_What you are asked to do_
The word "TextField" occurs in some of the lines below; copy each of those lines.

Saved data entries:
import { useForm } from 'react-hook-form';
import { zodResolver } from '@hookform/resolvers/zod';
import { acceptInvitationSchema, type AcceptInvitationInput } from '@shared/schemas/auth.schema';
import { Button } from '@/components/ui/button';
import { FormError, TextField } from '@/components/ui/field';
import { errorMessage } from '@/lib/api-client';
import { useAcceptInvitation } from '../api/accept-invitation';

interface AcceptInvitationFormProps {
  token: string;
  email: string;
  /** Called just before sending, so the page knows the sign-in that follows is this one. */
  onSubmitting: (pending: boolean) => void;
}

export function AcceptInvitationForm({ token, email, onSubmitting }: AcceptInvitationFormProps) {
  const accept = useAcceptInvitation();
  const {
    register,
    handleSubmit,
    formState: { errors },
  } = useForm<AcceptInvitationInput>({
    resolver: zodResolver(acceptInvitationSchema),
    defaultValues: { token, name: '', password: '' },
  });

  return (
    <form
      noValidate
      className="space-y-4"
      onSubmit={handleSubmit((values) => {
        onSubmitting(true);
        accept.mutate(values, { onError: () => onSubmitting(false) });
      })}
    >
      <TextField label="Email" value={email} readOnly disabled />
      <TextField label="Your name" autoComplete="name" error={errors.name?.message} {...register('name')} />
      <TextField
        label="Choose a password"
        type="password"
        autoComplete="new-password"
        hint="At least 10 characters. A phrase of three or four unrelated words is strong and easy to remember."
        error={errors.password?.message}
        {...register('password')}
      />
      <FormError message={accept.isError ? errorMessage(accept.error) : null} />
      <Button type="submit" className="w-full" busy={accept.isPending}>
        Join the club
      </Button>
    </form>
  );
}
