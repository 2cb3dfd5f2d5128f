import type { ReactNode } from 'react';
import { LogoMark } from '@/components/ui/logo';

/** The frame around the sign-in and invitation pages: name, mark, one line on what Stanceline does. */
export function AuthLayout({ title, children }: { title: string; children: ReactNode }) {
  return (
    <main className="flex min-h-screen flex-col items-center justify-center bg-glacier-950 px-4 py-10">
      <div className="w-full max-w-sm">
        <div className="mb-8 flex flex-col items-center text-center">
          <LogoMark className="h-14 w-14" />
          <p className="mt-3 text-2xl font-semibold tracking-tight text-white">
            Stance<span className="text-signal-400">line</span>
          </p>
          <p className="mt-2 text-sm text-glacier-200">
            Body angles from your training clips, turn by turn, for youth ski racing coaches and their
            athletes.
          </p>
        </div>
        <div className="rounded-lg bg-white p-6 shadow-xl">
          <h1 className="mb-5 text-lg font-semibold text-granite-900">{title}</h1>
          {children}
        </div>
      </div>
    </main>
  );
}
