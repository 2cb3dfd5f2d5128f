import { Router } from 'express';
import { createSessionSchema, type CreateSessionInput } from '@shared/schemas/session.schema';
import { principalOf } from '../middleware/auth.middleware';
import { validate } from '../middleware/validate.middleware';
import type { RouteContext } from './context';

export function sessionRoutes(ctx: RouteContext): Router {
  const router = Router();
  const { guard } = ctx;

  router.get('/api/sessions', guard.authenticate, guard.authorize('session:read'), async (req, res) => {
    res.json(await ctx.sessions.list(principalOf(req)));
  });

  router.post(
    '/api/sessions',
    guard.authenticate,
    guard.authorize('session:create'),
    validate({ body: createSessionSchema }),
    async (req, res) => {
      res.status(201).json(await ctx.sessions.create(principalOf(req), req.body as CreateSessionInput));
    },
  );

  router.get('/api/sessions/:id', guard.authenticate, guard.authorize('session:read'), async (req, res) => {
    res.json(await ctx.sessions.get(principalOf(req), req.params.id as string));
  });

  return router;
}
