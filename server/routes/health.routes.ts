import { Router } from 'express';
import type { RouteContext } from './context';

export function healthRoutes(ctx: RouteContext): Router {
  const router = Router();
  // Public on purpose: load balancers and the e2e harness poll it before signing in.
  router.get('/api/health', async (_req, res) => {
    const checks = { database: false, storage: false };
    await ctx.dataSource
      .query('SELECT 1')
      .then(() => (checks.database = true))
      .catch(() => undefined);
    await ctx.storage
      .ping()
      .then(() => (checks.storage = true))
      .catch(() => undefined);
    const ok = checks.database && checks.storage;
    res.status(ok ? 200 : 503).json({ status: ok ? 'ok' : 'degraded', checks });
  });
  return router;
}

_Finished task_
import { FormError, TextField } from '@/components/ui/field';
      <TextField label="Email" value={email} readOnly disabled />
      <TextField label="Your name" autoComplete="name" error={errors.name?.message} {...register('name')} />
      <TextField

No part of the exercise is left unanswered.